Perhaps there’d be a false alarm or two from a bean sprout caught in a beard but such a mirror could save your life if it detected changes in a mole and thus caught skin cancer in its early, treatable stages. (For skin cancer, notes Pentland, “early detection is the cure.”)

How long have you had that milk in the fridge? Smart germ-sensing packaging can tell you it’s high time you dumped it. Is that odd-smelling chicken safe to eat? Your clever chopping board will let you know posthaste! Having memory problems? Your smart home will scan for your keys or coffee cup and find them.

And, should you have a question about which of your many pills you should be taking or why you might be getting a headache, your “conversational medical advisor” can cheerily help out. It can flash pictures of the red pill or the green pill. It can inform you if one of your medications causes headaches as a side effect.

It could even proffer advice if it senses you slipping from healthy routines--resuming smoking, perhaps, or lapsing on your daily vitamins.
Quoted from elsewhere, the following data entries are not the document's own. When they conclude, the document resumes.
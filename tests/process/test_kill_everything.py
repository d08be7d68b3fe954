"""The event log after SIGKILL to everything; the long form is `python tests/process/kill_everything.py`."""

from pathlib import Path

from kill_everything import kill_again_and_again


def test_log_is_whole_and_answered_notes_are_there_after_kills_of_everything(tmp_path: Path) -> None:
    counts = kill_again_and_again(tmp_path, 3, 7)
    assert counts["notes"] >= counts["answered"] > 0
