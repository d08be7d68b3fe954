"""HTTP from outside, the states of the feed, and the health of hydrophones."""

import json
from collections.abc import Iterator
from pathlib import Path

import numpy as np
import pytest
from rig import (
    ArrayModel,
    Listener,
    Message,
    Service,
    Wave,
    block_message,
    cut_blocks,
    note,
    plane_wave,
    sensor_noise,
    wait_until,
)  # fmt: skip

ARRAY = ArrayModel()
SECOND = 10**9
START = 1_796_133_600 * SECOND


@pytest.fixture(scope="module")
def service(tmp_path_factory: pytest.TempPathFactory) -> Iterator[Service]:
    with Service(ARRAY.settings(), tmp_path_factory.mktemp("web")) as service:
        yield service


def sea_messages(array: ArrayModel, sea: np.ndarray, run: str) -> Iterator[list[bytes]]:
    for block in cut_blocks(sea / array.full_scale_upa, 1000, array.rate_hz, t=START, kind="f4"):
        yield block_message(array, block, run, type="f4")


def test_live_and_ready_before_any_sample(service: Service) -> None:
    assert service.get("/livez")[0] == 200
    wait_until("ready", lambda: service.get("/readyz")[0] == 200, 10)


def test_status_over_http_is_the_published_one_with_versions(service: Service) -> None:
    with service.listener() as listener:
        code, headers, body = service.get("/api/v1/status")
        assert code == 200
        assert headers["content-type"].startswith("application/json")
        answer = json.loads(body)
        assert isinstance(answer["version"], str)
        assert 1 in answer["versions"]

        def published(self: Listener) -> Message | None:
            return next((m for m in self.of("status") if m.header["seq"] >= answer["seq"]), None)

        message = listener.wait("that status", published)
        assert message.header["start"] == answer["start"]
        assert set(message.header) <= set(answer)


def test_status_is_complete_and_typed(service: Service) -> None:
    with service.listener() as listener:
        status = listener.of("status")[-1].header
    assert (status["v"], status["kind"], status["array"]) == (1, "status", "aft")
    counters = ["blocks", "samples", "gaps", "lost_samples", "trimmed_samples", "unused_samples", "restarts",
                "clock_jumps", "late"]  # fmt: skip
    assert {type(status[key]) for key in counters} == {int}
    assert {p["state"] for p in status["processes"]} == {"up"}
    assert {frozenset(p) >= {"name", "state", "pid", "restarts", "since"} for p in status["processes"]} == {True}
    band = status["bands"]["main"]
    assert set(band) >= {"load", "latency_ms", "maps", "dropped_hops", "gaps", "stale", "kernel"}
    assert set(band["latency_ms"]) == {"p50", "p99"}
    assert isinstance(status["load"], int | float)
    assert set(status["latency_ms"]) == {"p50", "p99"}


@pytest.mark.parametrize("path", ["/livez", "/api/v1/status"])
def test_a_foreign_host_or_origin_is_refused(service: Service, path: str) -> None:
    """Against pages elsewhere that name this address (DNS rebinding): only names that are bound are answered."""
    for headers in ({"Host": "somewhere.example"}, {"Host": "somewhere.example:80"}, {"Origin": "http://else.example"}):
        code, answer, body = service.get(path, headers)
        assert code == 403, headers
        assert answer["content-type"].startswith("application/problem+json")
        assert json.loads(body)["status"] == 403


def test_an_unknown_path_is_a_problem_document(service: Service) -> None:
    code, headers, body = service.get("/api/v1/nothing")
    assert code == 404
    assert headers["content-type"].startswith("application/problem+json")
    assert json.loads(body)["status"] == 404


def test_feed_is_waiting_then_running_then_stalled_then_waiting(tmp_path: Path) -> None:
    with Service(ARRAY.settings(), tmp_path) as service, service.listener() as listener, service.feeder() as feeder:
        first = listener.of("status")[-1].header
        assert (first["state"], first["run"]) == ("waiting", None)
        feeder.send_all(sea_messages(ARRAY, sensor_noise(32, 16_000, ARRAY.rate_hz, 90.0), "a"))
        running = listener.wait_status("running", lambda s: s["state"] == "running")
        assert running["run"] == "a"
        stalled = listener.wait_status("stalled", lambda s: s["state"] == "stalled", 10)
        assert (stalled["run"], stalled["next"]) == ("a", 16_000)
        feeder.send(note(ARRAY, "end", run="a"))
        listener.wait_status("waiting", lambda s: s["state"] == "waiting", 10)


SICK = {3: "dead", 11: "clipped", 20: "bad"}  # what is wrong with which, from 10 s on
NEAR = ArrayModel(full_scale_v=0.3)  # full scale is 7 times the rms of the sea: hit now and then, as clipping is
CLIPPED_EACH = 100  # every hundredth sample of that hydrophone


def sick_sea() -> np.ndarray:
    """20 s from 64 deg; after half of it one hydrophone falls silent, one clips, one sends NaN."""
    sea = plane_wave(Wave(64.0), NEAR.positions_m, 160_000, NEAR.rate_hz)
    sea += sensor_noise(32, 160_000, NEAR.rate_hz, 70.0)
    sea[3, 80_000:] = 0
    sea[11, 80_000::CLIPPED_EACH] = NEAR.full_scale_upa * np.sign(sea[11, 80_000::CLIPPED_EACH])
    sea[20, 80_000::500] = np.nan
    return sea


@pytest.fixture(scope="module")
def ill(tmp_path_factory: pytest.TempPathFactory) -> Iterator[tuple[list[Message], list[Message]]]:
    """Maps and health messages of the sick sea."""
    with Service(NEAR.settings(), tmp_path_factory.mktemp("ill")) as service, service.listener() as listener:
        with service.feeder() as feeder:
            feeder.send_all(sea_messages(NEAR, sick_sea(), "ill"))
        maps = listener.wait_count("map/main", (160_000 - 2048) // 1024 + 1)
        health = listener.wait("health of the last second", lambda s: last_health(s.of("health")))
        yield maps, health


def last_health(found: list[Message]) -> list[Message] | None:
    return found if found and found[-1].header["t"] >= START + 19 * SECOND else None


def states(message: Message) -> dict[int, str]:
    return {c["i"]: c["state"] for c in message.header["channels"]}


def test_health_comes_each_second_of_feed_time_for_every_hydrophone(ill: tuple[list[Message], list[Message]]) -> None:
    _, health = ill
    assert 19 <= len(health) <= 21
    for message in health:
        assert [c["i"] for c in message.header["channels"]] == list(range(32))
        assert all(c["level_db"] is None or np.isfinite(c["level_db"]) for c in message.header["channels"])
        assert all({"i", "state", "level_db", "why"} <= set(c) for c in message.header["channels"])


def test_healthy_hydrophones_are_good_and_all_in_use(ill: tuple[list[Message], list[Message]]) -> None:
    _, health = ill
    early = [m for m in health if START + 3 * SECOND < m.header["t"] <= START + 10 * SECOND]
    assert len(early) > 4
    for message in early:
        assert set(states(message).values()) <= {"good", "not judged"}
        assert message.header["used"] == 32


def test_sick_hydrophones_are_named_within_seconds(ill: tuple[list[Message], list[Message]]) -> None:
    _, health = ill
    late = [m for m in health if m.header["t"] > START + 14 * SECOND]
    assert len(late) > 3
    for message in late:
        found = states(message)
        assert (found[3], found[11]) == ("dead", "clipped")
        assert found[20] not in ("good", "not judged")
        assert {i for i, state in found.items() if state not in ("good", "not judged")} == set(SICK)
        assert all(message.header["channels"][i]["why"] for i in SICK)


def test_maps_go_on_without_the_sick_and_read_the_same_level(ill: tuple[list[Message], list[Message]]) -> None:
    """What is left is rescaled to unity gain: the wave reads its 100 dB, found where it was."""
    maps, _ = ill
    early = [m for m in maps if m.header["t_end"] <= START + 10 * SECOND][-1]
    late = maps[-1]
    assert early.header["limits"]["channels_used"] == 32
    assert late.header["limits"]["channels_used"] in (29, 30)  # a clipped one may be kept or left out
    assert np.isfinite(late.level_db).all()
    before, after = early.band_db(300, 1400), late.band_db(300, 1400)
    assert int(np.argmax(after)) == int(np.argmax(before))
    assert after.max() == pytest.approx(before.max(), abs=0.3)


def test_share_of_clipped_samples_is_told(ill: tuple[list[Message], list[Message]]) -> None:
    """Every hundredth sample of one in 32 hydrophones, all the time the last map looks back on (ten time constants)."""
    maps, _ = ill
    assert maps[0].header["limits"]["clipped"] == 0.0
    assert maps[-1].header["limits"]["clipped"] == pytest.approx(1 / CLIPPED_EACH / 32, rel=0.1)
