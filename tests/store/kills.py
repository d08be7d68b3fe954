"""Kill the log's writer at random moments, again and again: python tests/store/kills.py [KILLS] [SEED].

What was appended a second before the kill must be in the log, in order and without a hole; the file must be whole. A
disk whose commits took longer than the fifth of a second that is left of that second is given the difference.
"""

import os
import random
import shutil
import signal
import sqlite3
import subprocess
import sys
import tempfile
import threading
import time
from dataclasses import dataclass
from pathlib import Path

from store_rig import everything

from soundrose.settings_types import StoreSettings
from soundrose.store.event_log import EventLog
from soundrose.store.schema import FILE_NAME

TOGETHER = 5  #: logs written at the same time
DISK_S = 0.2  #: of the second, left for the commit itself


def write(folder: str, first: int) -> None:
    """The victim: appends numbers for ever, and says what it appends, before it does, with the time."""
    log = EventLog(StoreSettings(folder))
    n = first
    while True:
        sys.stdout.write(f"{n} {time.monotonic()} {log.facts()['commit_s']}\n")
        sys.stdout.flush()
        log.append("note", n, {"n": n, "text": "x" * (n % 400)})
        n += 1
        time.sleep(0.002)


@dataclass
class Killed:
    """What one kill left. last : the newest number in the log; due : the newest that had to be there."""

    last: int
    due: int
    appended: int


class Victim:
    """A writer of one log, killed and started again."""

    def __init__(self, folder: Path) -> None:
        self.folder, self.first = folder, 0

    def kill_once(self, after_s: float) -> Killed:
        process = subprocess.Popen(
            [sys.executable, __file__, "write", str(self.folder), str(self.first)], stdout=subprocess.PIPE, text=True,
            env={**os.environ, "PYTHONPATH": os.pathsep.join(sys.path)},
        )  # fmt: skip
        lines: list[str] = []
        with process:
            assert process.stdout
            lines.append(process.stdout.readline())
            reader = threading.Thread(target=lambda: lines.extend(process.stdout))
            reader.start()
            time.sleep(after_s)
            killed_at = time.monotonic()
            process.send_signal(signal.SIGKILL)
            reader.join()
        said = [line.split() for line in lines if line.endswith("\n")]
        slow_s = max(0.0, max(float(commit_s) for _, _, commit_s in said) - DISK_S)
        due = [int(n) for n, at, _ in said if float(at) < killed_at - 1.0 - slow_s]
        last = self.look()
        self.first = last + 1
        return Killed(last, max(due, default=self.first - 1), len(said))

    def look(self) -> int:
        """The newest number in the log, after it was opened again; all before it are there."""
        EventLog(StoreSettings(str(self.folder))).close()
        numbers = [item["n"] for item in everything(self.folder, ["note"])]
        assert numbers == list(range(len(numbers))), "a hole or a repeat in the log"
        connection = sqlite3.connect(self.folder / FILE_NAME)
        try:
            assert connection.execute("PRAGMA integrity_check").fetchall() == [("ok",)]
        finally:
            connection.close()
        assert not list(self.folder.glob("*damaged*")), "the log was taken for damaged"
        return len(numbers) - 1


def run(kills: int, seed: int) -> list[Killed]:
    """Kill so often in all, over TOGETHER logs at a time. AssertionError for anything lost."""
    chance = random.Random(seed)
    base = Path(tempfile.mkdtemp(prefix="kills-"))
    found: list[Killed] = []
    faults: list[BaseException] = []
    waits = [[chance.uniform(0.0, 3.0) for _ in range(i, kills, TOGETHER)] for i in range(TOGETHER)]

    def one(number: int) -> None:
        victim = Victim(base / str(number))
        try:
            for after_s in waits[number]:
                killed = victim.kill_once(after_s)
                assert killed.last >= killed.due, f"{killed.due} was due, and {killed.last} is the last"
                found.append(killed)
        except BaseException as fault:
            faults.append(fault)

    threads = [threading.Thread(target=one, args=(number,)) for number in range(TOGETHER)]
    for thread in threads:
        thread.start()
    for thread in threads:
        thread.join()
    shutil.rmtree(base)
    if faults:
        raise faults[0]
    return found


if __name__ == "__main__":
    if sys.argv[1:2] == ["write"]:
        write(sys.argv[2], int(sys.argv[3]))
    results = run(int(sys.argv[1]) if len(sys.argv) > 1 else 300, int(sys.argv[2]) if len(sys.argv) > 2 else 1)
    appended, late = sum(killed.appended for killed in results), max(k.last - k.due for k in results)
    print(f"{len(results)} kills, {appended} events appended, none due was missing; at most {late} more than due")
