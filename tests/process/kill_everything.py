"""SIGKILL to every process of the service at once, at a random moment, again and again, on one store.

As a program: `python tests/process/kill_everything.py [TIMES] [SEED]`. After each kill the log must open and pass
SQLite's own check; at the end every note that was answered must be there, once and in order.
"""

import json
import os
import random
import signal
import sqlite3
import sys
import tempfile
import threading
import time
import urllib.error
import urllib.request
from pathlib import Path
from typing import Any

from rig import ArrayModel, Service

__all__ = ["kill_again_and_again"]

ARRAY = ArrayModel(channels=8)


class Writer(threading.Thread):
    """Notes as fast as they are answered; keeps the texts of those that were."""

    def __init__(self, http: str, name: str) -> None:
        super().__init__(daemon=True)
        self._http, self._name = http, name
        self.asked: list[str] = []
        self.answered: list[str] = []

    def run(self) -> None:
        number = 0
        while True:
            text = f"{self._name} {number}"
            self.asked.append(text)
            body = json.dumps({"by": "watch", "note": text}).encode()
            request = urllib.request.Request(
                f"{self._http}/api/v1/notes", body, {"Content-Type": "application/json"}, method="POST"
            )
            try:
                with urllib.request.urlopen(request, timeout=5) as answer:
                    if answer.status == 201:
                        self.answered.append(text)
            except (OSError, urllib.error.URLError):
                return
            number += 1


def events(service: Service) -> list[dict[str, Any]]:
    """The whole log, page by page."""
    found, since = [], ""
    while True:
        query = f"?limit=1000{since}"
        code, _, body = service.get(f"/api/v1/events{query}")
        assert code == 200, body
        page = json.loads(body)
        if not page["items"]:
            return found
        found += page["items"]
        since = f"&since={page['next']}"


def check_file(store: Path) -> None:
    """The log opens without the service, and is whole."""
    for path in store.glob("*.sqlite*"):
        if path.name.endswith(("-wal", "-shm")):
            continue
        with sqlite3.connect(path) as log:
            assert log.execute("PRAGMA integrity_check").fetchone() == ("ok",), path
        log.close()


def kill_again_and_again(folder: Path, times: int, seed: int) -> dict[str, int]:
    """Do it `times` times; AssertionError for the first thing that is not as promised."""
    rng = random.Random(seed)
    settings = ARRAY.settings(ARRAY.band(beams=17), store=str(folder / "store"))
    answered: list[str] = []
    asked: set[str] = set()
    for turn in range(times):
        service = Service(settings, folder / "service")
        writer = Writer(service.http, f"turn {turn}")
        writer.start()
        time.sleep(rng.uniform(0.02, 1.5))
        for pid in service.processes():
            try:
                os.kill(pid, signal.SIGKILL)
            except ProcessLookupError:
                continue
        writer.join(10)
        service.kill()
        answered += writer.answered
        asked.update(writer.asked)
        check_file(folder / "store")
        if times > 20 and turn % 10 == 9:
            print(f"{turn + 1} kills, {len(answered)} notes answered", flush=True)
    with Service(settings, folder / "service") as service:
        log = events(service)
    notes = [event["note"] if "note" in event else event["text"] for event in log if event["kind"] == "note"]
    assert len(notes) == len(set(notes)), "a note stands twice"
    missing = set(answered) - set(notes)
    assert not missing, f"{len(missing)} of {len(answered)} answered notes are gone: {sorted(missing)[:5]}"
    assert set(notes) <= asked
    kept = [note for note in notes if note in set(answered)]
    assert kept == answered, "not in order"
    return {"kills": times, "answered": len(answered), "notes": len(notes), "events": len(log)}


if __name__ == "__main__":
    count = int(sys.argv[1]) if len(sys.argv) > 1 else 300
    with tempfile.TemporaryDirectory() as place:
        print(kill_again_and_again(Path(place), count, int(sys.argv[2]) if len(sys.argv) > 2 else 1))
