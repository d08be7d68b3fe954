"""One scripted feed that meets every rule of the index and of the clock; counts and maps are worked out beside it."""

from collections import Counter
from collections.abc import Iterator
from dataclasses import dataclass, field
from typing import Any

import numpy as np
import pytest
from rig import (
    ArrayModel,
    Block,
    ExactMap,
    Feeder,
    Message,
    Service,
    Wave,
    block_message,
    encode_samples,
    frame_maps,
    join_blocks,
    note,
    plane_wave,
    tapered_weights,
)  # fmt: skip

ARRAY = ArrayModel()
FRAME, AVERAGE_S, CONE = 1024, 0.5, 64.0
PERIOD = 32000
WEIGHTS = tapered_weights(32)
SEA = plane_wave(Wave(CONE), ARRAY.positions_m, PERIOD, ARRAY.rate_hz)
MINUTE = 60 * 8000
SECOND = 10**9


@dataclass
class Script:
    """Sends blocks and writes down, by the rule named at each call, what must come of them."""

    feeder: Feeder
    run: str = "a"
    next: int = 0
    t: int = 1_796_133_600 * SECOND  # of the sample `next`
    kept: list[tuple[str, int, int, int]] = field(default_factory=list)
    counts: Counter[str] = field(default_factory=Counter)
    dropped: Counter[str] = field(default_factory=Counter)

    def send(self, first: int, samples: int, t: int, run: str | None = None) -> None:
        """A block as it is; the sea is a function of the index, so that repeats repeat."""
        values = SEA[:, np.arange(first, first + samples) % PERIOD] / ARRAY.full_scale_upa
        block = Block(first, samples, t, encode_samples(values, "i3", "channel"))
        self.feeder.send(block_message(ARRAY, block, run or self.run, type="i3"))

    def good(self, samples: int, skip: int = 0, overlap: int = 0) -> None:
        """The block at hand; `skip` samples left out before it, `overlap` samples sent once more."""
        self.next, self.t = self.next + skip, self.t + self.lasting(skip)
        self.send(self.next - overlap, samples + overlap, self.t - self.lasting(overlap))
        self.accept(samples, overlap)
        self.counts += Counter(gaps=int(skip > 0), lost_samples=skip, trimmed_samples=overlap)

    def accept(self, samples: int, overlap: int = 0) -> None:
        self.kept.append((self.run, self.next, samples, self.t))
        self.counts += Counter(blocks=1, samples=samples)
        self.next, self.t = self.next + samples, self.t + self.lasting(samples)

    def restart(self, first: int, step: int, reason: str) -> None:
        """Two blocks without a seam from `first`, time stepped by `step`: the one is dropped, the other goes on."""
        self.next, self.t = first, self.t + step
        self.send(first, 1000, self.t)
        self.dropped[reason] += 1
        self.next, self.t = first + 1000, self.t + self.lasting(1000)
        self.send(self.next, 1000, self.t)
        self.counts["restarts"] += 1
        self.kept.append((f"end {len(self.kept)}", 0, 0, 0))  # framing begins anew
        self.accept(1000)

    def lasting(self, samples: int) -> int:
        return round(samples * SECOND / ARRAY.rate_hz)


def perform(script: Script) -> None:
    """The feed, rule by rule."""
    for _ in range(20):
        script.good(1000)
    script.good(1000, skip=500)  # gap
    for _ in range(30):
        script.good(700)
    script.good(700, overlap=300)  # overlap
    script.send(script.next - 5000, 1000, script.t - script.lasting(5000))  # wholly before
    script.dropped["repeat"] += 1
    script.good(1000)
    script.send(script.next + MINUTE + 1, 1000, script.t + 61 * SECOND)  # more than 60 s ahead
    script.dropped["jump"] += 1
    script.good(1000, skip=MINUTE)  # 60 s to the sample: a gap
    script.t += 9_000_000  # 9 ms is no step
    script.good(1000)
    script.t += 20_000_000  # 20 ms is one, once
    script.counts["clock_jumps"] += 1
    for _ in range(5):
        script.good(1000)
    for _ in range(10):
        script.good(1)  # blocks of one sample
    script.good(8000)  # and of a second
    script.restart(first=10**12, step=2 * SECOND, reason="jump")
    script.good(1500)
    script.restart(first=0, step=2 * SECOND, reason="repeat")
    script.good(1500)
    script.restart(first=script.next, step=-100 * SECOND, reason="time")
    script.good(3000)
    runs(script)


def runs(script: Script) -> None:
    """Another run, an end, and the same name again."""
    script.run, script.next, script.t = "b", 77, script.t + SECOND
    script.good(5000)
    script.send(5000, 1000, script.t, run="a")
    script.feeder.send(note(ARRAY, "end", run="a"))
    script.dropped["old_run"] += 2
    script.good(100)
    script.feeder.send(note(ARRAY, "navigation", t=script.t - 5 * SECOND, sound_speed_m_s=1500.0))
    script.counts["late"] += 1
    script.good(1100)
    script.feeder.send(note(ARRAY, "end", run="b"))
    script.feeder.send(note(ARRAY, "end", run="b"))
    script.dropped["old_run"] += 1
    script.kept.append(("end of b", 0, 0, 0))
    script.next, script.t = 0, script.t + SECOND
    script.good(4000)
    script.feeder.send(note(ARRAY, "end", run="b"))


@pytest.fixture(scope="module")
def outcome(tmp_path_factory: pytest.TempPathFactory) -> Iterator[tuple[Script, dict[str, Any], list[Message]]]:
    """The script, the status after it, the maps."""
    band = ARRAY.band(frame=FRAME, average_s=AVERAGE_S, shading=list(WEIGHTS))
    folder = tmp_path_factory.mktemp("rules")
    with Service(ARRAY.settings(band), folder) as service, service.listener() as listener, service.feeder() as feeder:
        script = Script(feeder)
        perform(script)
        listener.wait_count("map/main", len(expected_maps(script)[0]))
        status = listener.wait_status(
            "the last sample, and waiting",
            lambda s: s["samples"] >= script.counts["samples"] and s["state"] == "waiting",
        )
        yield script, status, listener.of("map/main")


def expected_maps(script: Script) -> tuple[list[Any], int]:
    return frame_maps(join_blocks(script.kept), FRAME, ARRAY.rate_hz)


Outcome = tuple[Script, dict[str, Any], list[Message]]


@pytest.mark.parametrize(
    "counter",
    ["blocks", "samples", "gaps", "lost_samples", "trimmed_samples", "restarts", "clock_jumps", "late"],
)  # fmt: skip
def test_counter_is_exact(outcome: Outcome, counter: str) -> None:
    script, status, _ = outcome
    assert script.counts[counter] > 0
    assert status[counter] == script.counts[counter]


def test_dropped_messages_are_counted_by_reason(outcome: Outcome) -> None:
    script, status, _ = outcome
    assert {reason: n for reason, n in status["dropped"].items() if n} == dict(script.dropped)


def test_samples_that_fill_no_frame_are_counted(outcome: Outcome) -> None:
    script, status, _ = outcome
    assert status["unused_samples"] == expected_maps(script)[1]


def test_maps_are_those_of_the_framing_rule(outcome: Outcome) -> None:
    script, _, maps = outcome
    expected, _ = expected_maps(script)
    assert [(m.header["run"], m.header["t"]) for m in maps] == [(m.run, m.t) for m in expected]


def test_end_of_a_map_never_goes_back_within_a_run_but_at_a_restart(outcome: Outcome) -> None:
    script, _, maps = outcome
    for earlier, later, model in zip(maps[:-1], maps[1:], expected_maps(script)[0][1:], strict=True):
        back = later.header["t_end"] <= earlier.header["t_end"]
        assert not back or model.number == 0, later.header


def test_gap_is_flagged_while_it_is_young(outcome: Outcome) -> None:
    """Flagged from the first map after it; no longer once it is three time constants (and a frame) old."""
    script, _, maps = outcome
    after_gap: dict[Any, bool] = {}
    for before, stretch in zip(join_blocks(script.kept)[:-1], join_blocks(script.kept)[1:], strict=True):
        after_gap[stretch] = before.run == stretch.run
    young, old = 0, 0
    for message, model in zip(maps, expected_maps(script)[0], strict=True):
        age_s = (model.first - model.stretch.first) / ARRAY.rate_hz
        flagged = message.header["limits"]["gap"]
        if not after_gap.get(model.stretch, False) or age_s > 3 * AVERAGE_S:
            old += 1
            assert flagged is False, f"{model}"
        elif age_s + FRAME / ARRAY.rate_hz < 3 * AVERAGE_S:
            young += 1
            assert flagged is True, f"{model}"
    assert young > 10
    assert old > 10


def test_average_goes_on_over_a_gap_and_begins_anew_with_a_run(outcome: Outcome) -> None:
    """Level of the beam nearest the wave against float64 beams averaged by the rule, every map."""
    script, _, maps = outcome
    models = expected_maps(script)[0]
    exact = ExactMap(SEA, ARRAY.positions_m[:, 0], WEIGHTS, ARRAY.rate_hz, ARRAY.sound_speed_m_s)
    beam = int(np.argmin(np.abs(maps[0].cosines - np.cos(np.radians(CONE)))))
    first_bin = round(maps[0].header["f0_hz"] / maps[0].header["df_hz"])
    bins = slice(first_bin + 10, first_bin + maps[0].header["shape"][1] - 10)
    for begin, end in unbroken_averages(script, models):
        starts = [m.first for m in models[begin:end]]
        own = exact.rolling_db(float(maps[0].cosines[beam]), starts, FRAME, AVERAGE_S)[:, bins]
        for message, level in zip(maps[begin:end], own, strict=True):
            measured = message.level_db[beam, 10 : message.header["shape"][1] - 10]
            assert np.max(np.abs(measured - level)[level > 80]) < 0.05, message.header


def unbroken_averages(script: Script, models: list[Any]) -> list[tuple[int, int]]:
    """Ranges of maps that share an average: a gap does not end one, an end, another run or a restart does."""
    group, groups = 0, {}
    stretches = join_blocks(script.kept)
    for i, stretch in enumerate(stretches):
        group += int(i > 0 and stretches[i - 1].run != stretch.run)
        groups[stretch] = group
    numbers = [groups[m.stretch] for m in models]
    edges = [i for i in range(len(numbers)) if i == 0 or numbers[i] != numbers[i - 1]]
    return list(zip(edges, [*edges[1:], len(numbers)], strict=True))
But any advice must be gingerly given to avoid the creation of a monster--a “nagging home,” if you will.

A truly intelligent house will know how fine a line it’s treading: “A real good solution to nagging is you turn the machine off,” Pentland notes. (Unless, of course, the chopping board gets wind of the plot and decides to mislead you about some salmonella-tainted chicken....)

Color Me Infectious

In the smart home of the future, you’ll open your medicine cabinet and take out zany, with-it bandages that change color if your wound has an infection!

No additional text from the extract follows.